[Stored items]

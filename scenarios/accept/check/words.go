package check

import (
	"fmt"

	"antelag/scenarios/accept"
	"antelag/scenarios/accept/baseline"
)

// Row is one thing that failed: what was recorded, what is, what is allowed.
// Was is "" where no baseline tells.
type Row struct {
	Limit            bool // an acceptance limit, else a figure of the baseline
	What             string
	Was, Is, Allowed string
	Pass             bool
}

// limits lists the acceptance limits of the configured lane.
func (r *Result) limits() []Row {
	var out []Row
	lane := &r.Verdict.Lanes[0]
	for i := range lane.Accept {
		j := &lane.Accept[i]
		row := Row{Limit: true, What: j.Label(), Is: j.Found(), Allowed: j.Allowed(), Pass: j.Pass}
		if j.Channel != "" && len(lane.Channels) > 1 {
			row.What = j.Channel + ": " + row.What
		}
		if r.Baseline != nil {
			row.Was = r.Baseline.Text(lane.Name, j.Channel, j.Limit)
		}
		out = append(out, row)
	}
	return out
}

// moves lists the figures that left their tolerance.
func (r *Result) moves() []Row {
	if r.Comparison == nil {
		return nil
	}
	var out []Row
	for i := range r.Comparison.Moved {
		m := &r.Comparison.Moved[i]
		out = append(out, Row{What: r.place(m), Was: m.WasText, Is: m.IsText, Allowed: m.AllowedText})
	}
	return out
}

// place names a figure by lane and channel, where there are several.
func (r *Result) place(m *baseline.Move) string {
	what := m.Label
	if m.Channel != "" && len(r.Scene.Channels) > 1 {
		what = m.Channel + ": " + what
	}
	if len(r.Scene.Lanes) > 0 {
		what = m.Lane + ": " + what
	}
	return accept.Printable(what)
}

// status is the verdict in a word. Without limit and baseline nothing is
// judged: it is done.
func (r *Result) status() string {
	switch {
	case r.Verdict == nil || r.State == Unwritten:
		return "ERROR"
	case !r.Pass():
		return "FAIL"
	case len(r.Verdict.Lanes[0].Accept) == 0 && (r.State == Absent || r.State == Recorded):
		return "DONE"
	}
	return "PASS"
}

// accepted says in words what became of the limits.
func (r *Result) accepted() string {
	if r.Verdict == nil {
		return ""
	}
	lane := &r.Verdict.Lanes[0]
	if lane.Trip != nil {
		return fmt.Sprintf("%s at %.3f s: %s", lane.Outcome, lane.Trip.Time, lane.Trip.Limit)
	}
	met := 0
	for _, j := range lane.Accept {
		if j.Pass {
			met++
		}
	}
	switch all := len(lane.Accept); {
	case all == 0:
		return "no limits"
	case met < all:
		return fmt.Sprintf("limits failed: %d of %d", all-met, all)
	default:
		return fmt.Sprintf("limits met: %d of %d", met, all)
	}
}

// kept says in words what became of the baseline.
func (r *Result) kept() string {
	c := r.Comparison
	moved := func() string { return fmt.Sprintf("%d of %s moved", len(c.Moved), figures(c.Compared)) }
	switch r.State {
	case Same:
		text := "baseline: " + figures(c.Compared) + " hold"
		if n := len(c.Settings); n > 0 {
			text += fmt.Sprintf(", %s changed", count(n, "setting"))
		}
		return text
	case Moved:
		return "baseline: " + moved()
	case Recorded:
		return "baseline recorded"
	case Replaced:
		return "baseline recorded anew: " + moved()
	case Unchanged:
		return "baseline: " + figures(c.Compared) + " hold, left as it is"
	case Unwritten:
		return "baseline not recorded"
	}
	return "no baseline"
}

func figures(n int) string { return count(n, "figure") }

func count(n int, what string) string {
	if n == 1 {
		return "1 " + what
	}
	return fmt.Sprintf("%d %ss", n, what)
}

// word colours a status like that of a run.
func word(status string, colour bool) string {
	switch {
	case !colour || status == "DONE":
		return status
	case status == "PASS":
		return accept.Word(true, true)
	case status == "FAIL":
		return accept.Word(false, true)
	}
	return accept.Coloured(status, accept.Bad)
}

• [THE TASK] For the string "limits", work out how many lines of the entries contain it and reply with that number alone.

• [OUTPUT OF THE TASK] 6